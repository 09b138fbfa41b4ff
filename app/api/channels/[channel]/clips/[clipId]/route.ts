import { noContent, route } from '@/lib/api/handler';
import { deleteClipRow, fileClip, findClip } from '@/lib/clips/queries';
import { clipParamsSchema, fileClipSchema } from '@/lib/clips/schemas';
import { clipStore } from '@/storage/tus-server';

export const GET = route({ params: clipParamsSchema, channel: 'clips.read' }, async ({ member, params }) => {
  const { uploadId: _uploadId, ...clip } = await findClip(member.channel.id, params.clipId);
  return { clip };
});

// The route lets a Shop hand in; deleteClipRow then holds them to their own uploads (lib/clips/policy.ts).
export const DELETE = route({ params: clipParamsSchema, channel: 'clips.deleteOwn' }, async ({ member, params }) => {
  const { uploadId } = await deleteClipRow(member, params.clipId);
  const store = clipStore();
  // The row is gone first, so a failed file removal leaves bytes, never a clip without bytes.
  await Promise.all([store.remove(uploadId), store.removePoster(params.clipId)]).catch((err: unknown) => console.error('clip file removal', err));
  return noContent();
});

// Tie the clip to a shot or move it to another segment. The route lets anyone who uploads in; fileClip
// then holds a Shop hand to their own uploads (lib/clips/policy.ts, mayFileClip).
export const PATCH = route({ params: clipParamsSchema, body: fileClipSchema, channel: 'clips.upload' }, async ({ member, params, body }) => ({
  clip: await fileClip(member, params.clipId, body),
}));
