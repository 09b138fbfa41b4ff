import 'server-only';
import contentDisposition from 'content-disposition';
import { clipStore } from '@/storage/tus-server';
import { buildAssembly, clipsOfAll } from './assembly';
import { buildShotsCsv } from './csv';
import { buildEdl } from './edl';
import { otioText } from './otio';
import { buildClipPackage, packageBaseName } from './package';
import { findClipUploads, type StoredHandoff } from './queries';
import type { ExportFormat } from './schemas';
import { parseSnapshot } from './snapshot';

const textTypes: Record<Exclude<ExportFormat, 'zip'>, string> = {
  csv: 'text/csv; charset=utf-8',
  otio: 'application/json; charset=utf-8',
  edl: 'text/plain; charset=utf-8',
  json: 'application/json; charset=utf-8',
};

const download = (name: string, type: string, extra: Record<string, string> = {}) => ({
  'Content-Type': type,
  'Content-Disposition': contentDisposition(name),
  'Cache-Control': 'private, no-cache',
  'X-Content-Type-Options': 'nosniff',
  ...extra,
});

/** One export of a stored version; `json` is the stored snapshot byte for byte. */
export async function exportResponse(channelId: string, stored: StoredHandoff, format: ExportFormat, segmentId?: string): Promise<Response> {
  const snapshot = parseSnapshot(stored.content);
  const base = packageBaseName(snapshot);
  if (format === 'zip') {
    const ids = clipsOfAll(snapshot).map((c) => c.id);
    const uploads = await findClipUploads(channelId, ids);
    const store = clipStore();
    const pkg = await buildClipPackage(snapshot, {
      available: new Set(uploads.keys()),
      openClip: (clipId) => store.read(uploads.get(clipId)!.uploadId),
      crcOf: (clipId) => uploads.get(clipId)?.crc32 ?? null,
      segmentId,
    });
    return new Response(pkg.stream, { headers: download(pkg.fileName, 'application/zip', { 'Content-Length': String(pkg.size) }) });
  }
  const body =
    format === 'json' ? stored.content : format === 'csv' ? buildShotsCsv(snapshot) : format === 'otio' ? otioText(snapshot, buildAssembly(snapshot)) : buildEdl(snapshot, buildAssembly(snapshot));
  const extra: Record<string, string> = format === 'json' ? { ETag: `"${stored.contentHash}"` } : {};
  return new Response(body, { headers: download(`${base}.${format}`, textTypes[format], extra) });
}
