'use client';

import {
  closestCenter,
  DndContext,
  DragOverlay,
  getFirstCollision,
  pointerWithin,
  rectIntersection,
  type Announcements,
  type CollisionDetection,
  type DragEndEvent,
  type DragOverEvent,
  type DragStartEvent,
  type ScreenReaderInstructions,
  type UniqueIdentifier,
} from '@dnd-kit/core';
import { arrayMove } from '@dnd-kit/sortable';
import { useSortableSensors } from '@/components/ui/use-sortable-list';
import { useCallback, useEffect, useId, useMemo, useRef, useState } from 'react';
import { shotStateLabels, shotStates, type ShotState } from '@/lib/shots/catalog';
import type { BoardShotDto } from '@/lib/shots/schemas';
import { columnId, DroppableColumn, StaticColumn } from './board-column';
import { ShotCardPreview, SortableShotCard, StaticShotCard } from './shot-card';
import type { StateChange } from './use-shop-board';

type Columns = Record<ShotState, string[]>;

const columnsOf = (shots: BoardShotDto[]): Columns => {
  const out: Columns = { planned: [], captured: [], retake: [] };
  for (const s of shots) out[s.state].push(s.id);
  return out;
};

const stateOfColumn = (id: UniqueIdentifier): ShotState | undefined => shotStates.find((s) => columnId(s) === id);
const containerOf = (columns: Columns, id: UniqueIdentifier): ShotState | undefined =>
  stateOfColumn(id) ?? shotStates.find((s) => columns[s].includes(String(id)));

const screenReaderInstructions: ScreenReaderInstructions = {
  draggable:
    'To move a shot, press Space or Enter on its move handle. Use the Left and Right arrow keys to change column and Up and Down to change its place, then press Space or Enter to drop it, or Escape to cancel. On a touch screen, press and hold the handle, then drag.',
};

/** The server refuses Captured until the segment's tools are reviewed (lib/shots/queries.ts); the board refuses the drop first. */
const waitsForReview = (shot: BoardShotDto | undefined, state: ShotState) => state === 'captured' && !!shot?.safetyPending && shot.state !== 'captured';
const REVIEW_REFUSAL = 'Captured waits for the safety review of this segment’s tools; a Host can review it on the segment page.';

function focusHandleIfLost(shotId: string) {
  const current = document.activeElement;
  if (current && current !== document.body) return;
  document.querySelector<HTMLElement>(`[data-shot-handle="${shotId}"]`)?.focus({ preventScroll: true });
}

type Props = {
  slug: string;
  shots: BoardShotDto[];
  canMove: boolean;
  onMove: (change: StateChange) => void;
  /** Resolves when the reason dialog closes, whether the retake was saved or not. */
  askRetake: (shot: BoardShotDto, afterId: string | null) => Promise<void>;
};

export function DesktopBoard({ slug, shots, canMove, onMove, askRetake }: Props) {
  const byId = useMemo(() => new Map(shots.map((s) => [s.id, s])), [shots]);
  const settled = useMemo(() => columnsOf(shots), [shots]);
  // While dragging, the card's column follows the pointer; while the retake dialog is open it stays where it was dropped.
  const [dragging, setDragging] = useState<{ activeId: string; columns: Columns } | null>(null);
  // The query cache tells React about the optimistic move a tick after the drop; until then, or until the
  // retake dialog closes (`untilClosed`), the board keeps the dropped layout instead of flashing the old one.
  const [held, setHeld] = useState<{ columns: Columns; shots: BoardShotDto[]; untilClosed: boolean } | null>(null);
  if (held && !held.untilClosed && held.shots !== shots) setHeld(null);
  const columns = dragging?.columns ?? held?.columns ?? settled;
  const lastOverId = useRef<UniqueIdentifier | null>(null);
  const movedToNewColumn = useRef(false);
  const dndId = useId();

  const sensors = useSortableSensors();

  useEffect(() => {
    requestAnimationFrame(() => {
      movedToNewColumn.current = false;
    });
  }, [columns]);

  // A card that changes column is drawn anew and its handle loses the focus; a keyboard user keeps it,
  // also when a refused move puts the card back a moment after the drop.
  const activeId = dragging?.activeId;
  const lastDrop = useRef<{ id: string; at: number } | null>(null);
  useEffect(() => {
    const recent = lastDrop.current && Date.now() - lastDrop.current.at < 10_000 ? lastDrop.current.id : null;
    const id = activeId ?? recent;
    if (id) focusHandleIfLost(id);
  }, [activeId, columns]);

  // Over a column with cards, aim at the nearest card; over an empty one, at the column itself.
  // Remembering the last target stops the card flickering between two columns while it changes container.
  const collisionDetection: CollisionDetection = useCallback(
    (args) => {
      const pointer = pointerWithin(args);
      const hits = pointer.length > 0 ? pointer : rectIntersection(args);
      let overId = getFirstCollision(hits, 'id');
      if (overId != null) {
        const state = stateOfColumn(overId);
        if (state && columns[state].length > 0) {
          const inside = args.droppableContainers.filter((c) => columns[state].includes(String(c.id)));
          overId = closestCenter({ ...args, droppableContainers: inside })[0]?.id ?? overId;
        }
        lastOverId.current = overId;
        return [{ id: overId }];
      }
      if (movedToNewColumn.current && dragging) lastOverId.current = dragging.activeId;
      return lastOverId.current != null ? [{ id: lastOverId.current }] : [];
    },
    [columns, dragging],
  );

  const description = (id: UniqueIdentifier) => byId.get(String(id))?.description ?? 'The shot';
  const where = (id: UniqueIdentifier) => {
    const state = containerOf(columns, id);
    if (!state) return 'outside the board';
    const col = columns[state];
    const at = stateOfColumn(id) ? col.length : col.indexOf(String(id)) + 1;
    return `${shotStateLabels[state]}, position ${Math.max(at, 1)} of ${Math.max(col.length, 1)}`;
  };
  const announcements: Announcements = {
    onDragStart: ({ active }) => `Picked up ${description(active.id)} in ${where(active.id)}.`,
    onDragOver: ({ active, over }) => {
      if (!over) return `${description(active.id)} is not over a column.`;
      const state = containerOf(columns, over.id);
      if (state && waitsForReview(byId.get(String(active.id)), state)) return `${description(active.id)} cannot go to Captured. ${REVIEW_REFUSAL}`;
      return `${description(active.id)} is over ${where(over.id)}.`;
    },
    onDragEnd: ({ active, over }) => {
      if (!over) return `${description(active.id)} dropped outside the board; it stays where it was.`;
      const state = containerOf(columns, over.id);
      if (state && waitsForReview(byId.get(String(active.id)), state)) return `${description(active.id)} stays where it was. ${REVIEW_REFUSAL}`;
      return `${description(active.id)} dropped in ${where(active.id)}.`;
    },
    onDragCancel: ({ active }) => `Moving ${description(active.id)} was cancelled; it stays where it was.`,
  };

  function onDragStart({ active }: DragStartEvent) {
    lastOverId.current = null;
    setDragging({ activeId: String(active.id), columns: settled });
  }

  function onDragOver({ active, over }: DragOverEvent) {
    if (!dragging || !over) return;
    const from = containerOf(dragging.columns, active.id);
    const to = containerOf(dragging.columns, over.id);
    if (!from || !to || from === to) return;
    if (waitsForReview(byId.get(String(active.id)), to)) return;
    const target = dragging.columns[to];
    const overIndex = target.indexOf(String(over.id));
    const translated = active.rect.current.translated;
    const below = translated !== null && overIndex >= 0 && translated.top > over.rect.top + over.rect.height / 2;
    const index = overIndex >= 0 ? overIndex + (below ? 1 : 0) : target.length;
    movedToNewColumn.current = true;
    setDragging({
      activeId: dragging.activeId,
      columns: {
        ...dragging.columns,
        [from]: dragging.columns[from].filter((id) => id !== active.id),
        [to]: [...target.slice(0, index), String(active.id), ...target.slice(index)],
      },
    });
  }

  function onDragEnd({ active, over }: DragEndEvent) {
    const current = dragging;
    const shot = byId.get(String(active.id));
    if (!current || !shot || !over) {
      setDragging(null);
      return;
    }
    const state = containerOf(current.columns, active.id);
    if (!state || waitsForReview(shot, state)) {
      setDragging(null);
      return;
    }
    let column = current.columns[state];
    const overIndex = column.indexOf(String(over.id));
    const activeIndex = column.indexOf(shot.id);
    if (overIndex >= 0 && overIndex !== activeIndex) column = arrayMove(column, activeIndex, overIndex);
    const final = { ...current.columns, [state]: column };
    const index = column.indexOf(shot.id);
    const afterId = index > 0 ? (column[index - 1] ?? null) : null;
    const unchanged = state === shot.state && settled[state].indexOf(shot.id) === index;
    setDragging(null);
    lastDrop.current = { id: shot.id, at: Date.now() };
    if (unchanged) return;
    if (state === 'retake' && shot.state !== 'retake') {
      setHeld({ columns: final, shots, untilClosed: true });
      void askRetake(shot, afterId).finally(() => {
        setHeld(null);
        requestAnimationFrame(() => focusHandleIfLost(shot.id));
      });
      return;
    }
    // A retake card moving inside its column keeps its reason; the server asks for one with every Retake.
    setHeld({ columns: final, shots, untilClosed: false });
    onMove({ shot, state, afterId, ...(state === 'retake' && { reason: shot.retakeReason ?? '' }) });
    requestAnimationFrame(() => focusHandleIfLost(shot.id));
  }

  const active = dragging ? byId.get(dragging.activeId) : undefined;
  const activeColumn = dragging ? containerOf(dragging.columns, dragging.activeId) : undefined;

  if (!canMove) {
    return (
      <div className="hidden gap-4 md:grid md:grid-cols-3">
        {shotStates.map((state) => (
          <StaticColumn key={state} state={state} count={settled[state].length}>
            {settled[state].map((id) => {
              const shot = byId.get(id);
              return shot ? <StaticShotCard key={id} slug={slug} shot={shot} /> : null;
            })}
          </StaticColumn>
        ))}
      </div>
    );
  }

  return (
    <DndContext
      id={dndId}
      sensors={sensors}
      collisionDetection={collisionDetection}
      accessibility={{ announcements, screenReaderInstructions }}
      onDragStart={onDragStart}
      onDragOver={onDragOver}
      onDragEnd={onDragEnd}
      onDragCancel={() => setDragging(null)}
    >
      <div className="hidden gap-4 md:grid md:grid-cols-3">
        {shotStates.map((state) => (
          <DroppableColumn
            key={state}
            state={state}
            ids={columns[state]}
            holdsActive={activeColumn === state}
            refusal={waitsForReview(active, state) ? REVIEW_REFUSAL : null}
          >
            {columns[state].map((id) => {
              const shot = byId.get(id);
              return shot ? <SortableShotCard key={id} slug={slug} shot={shot} /> : null;
            })}
          </DroppableColumn>
        ))}
      </div>
      <DragOverlay>{active ? <ShotCardPreview slug={slug} shot={active} /> : null}</DragOverlay>
    </DndContext>
  );
}
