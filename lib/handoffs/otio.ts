import { framesPerSecond } from '@/lib/timecode';
import type { Assembly } from './assembly';
import type { HandoffSnapshot } from './snapshot';

// OpenTimelineIO JSON. Source: OpenTimelineIO v0.18.1 schema reader, required fields as listed in
// STACK-NOTES.md (Timeline.1, Stack.1, Track.1, Clip.2, ExternalReference.1, Gap.1, Marker.2,
// TimeRange.1, RationalTime.1). Target URLs are relative to the clip package's root.

type RationalTime = { OTIO_SCHEMA: 'RationalTime.1'; rate: number; value: number };
type TimeRange = { OTIO_SCHEMA: 'TimeRange.1'; start_time: RationalTime; duration: RationalTime };

export function buildOtio(snapshot: HandoffSnapshot, assembly: Assembly): Record<string, unknown> {
  const rate = framesPerSecond(assembly.rate);
  const time = (value: number): RationalTime => ({ OTIO_SCHEMA: 'RationalTime.1', rate, value });
  const range = (start: number, duration: number): TimeRange => ({ OTIO_SCHEMA: 'TimeRange.1', start_time: time(start), duration: time(duration) });

  const children = assembly.items.map((item) =>
    item.kind === 'clip'
      ? {
          OTIO_SCHEMA: 'Clip.2',
          name: item.clip.name,
          source_range: range(0, item.frames),
          effects: [],
          markers: [],
          enabled: true,
          media_references: {
            DEFAULT_MEDIA: {
              OTIO_SCHEMA: 'ExternalReference.1',
              name: item.clip.name,
              target_url: encodeURI(item.path),
              available_range: range(0, item.frames),
              metadata: { kerfline: { clipId: item.clip.id, sha256: item.clip.sha256, sizeBytes: item.clip.sizeBytes } },
            },
          },
          active_media_reference_key: 'DEFAULT_MEDIA',
          metadata: { kerfline: { segment: item.segment.number, shot: item.shot?.number ?? null } },
        }
      : {
          OTIO_SCHEMA: 'Gap.1',
          name: item.shot ? `Shot ${item.shot.number} not captured: ${item.shot.description}` : `${item.segment.title}: nothing planned`,
          source_range: range(0, item.frames),
          effects: [],
          markers: [],
          enabled: true,
          metadata: {},
        },
  );

  const markers = snapshot.segments.map((segment) => ({
    OTIO_SCHEMA: 'Marker.2',
    name: `${segment.number}. ${segment.title}`,
    marked_range: range(assembly.segmentStarts.get(segment.id) ?? 0, 0),
    color: 'GREEN',
    comment: segment.title,
    metadata: {},
  }));

  return {
    OTIO_SCHEMA: 'Timeline.1',
    name: `${snapshot.episode.title} v${snapshot.version}`,
    global_start_time: null,
    metadata: { kerfline: { episodeId: snapshot.episode.id, version: snapshot.version, frameRate: snapshot.episode.frameRate } },
    tracks: {
      OTIO_SCHEMA: 'Stack.1',
      name: 'tracks',
      source_range: null,
      effects: [],
      markers: [],
      enabled: true,
      metadata: {},
      children: [
        { OTIO_SCHEMA: 'Track.1', name: 'V1', kind: 'Video', source_range: null, effects: [], markers, enabled: true, metadata: {}, children },
      ],
    },
  };
}

export const otioText = (snapshot: HandoffSnapshot, assembly: Assembly): string => `${JSON.stringify(buildOtio(snapshot, assembly), null, 2)}\n`;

▶ **Task objective**
Return, from the data, each line where the string "hits" occurs.

▶ **Answer**
      const hits = pointer.length > 0 ? pointer : rectIntersection(args);
      let overId = getFirstCollision(hits, 'id');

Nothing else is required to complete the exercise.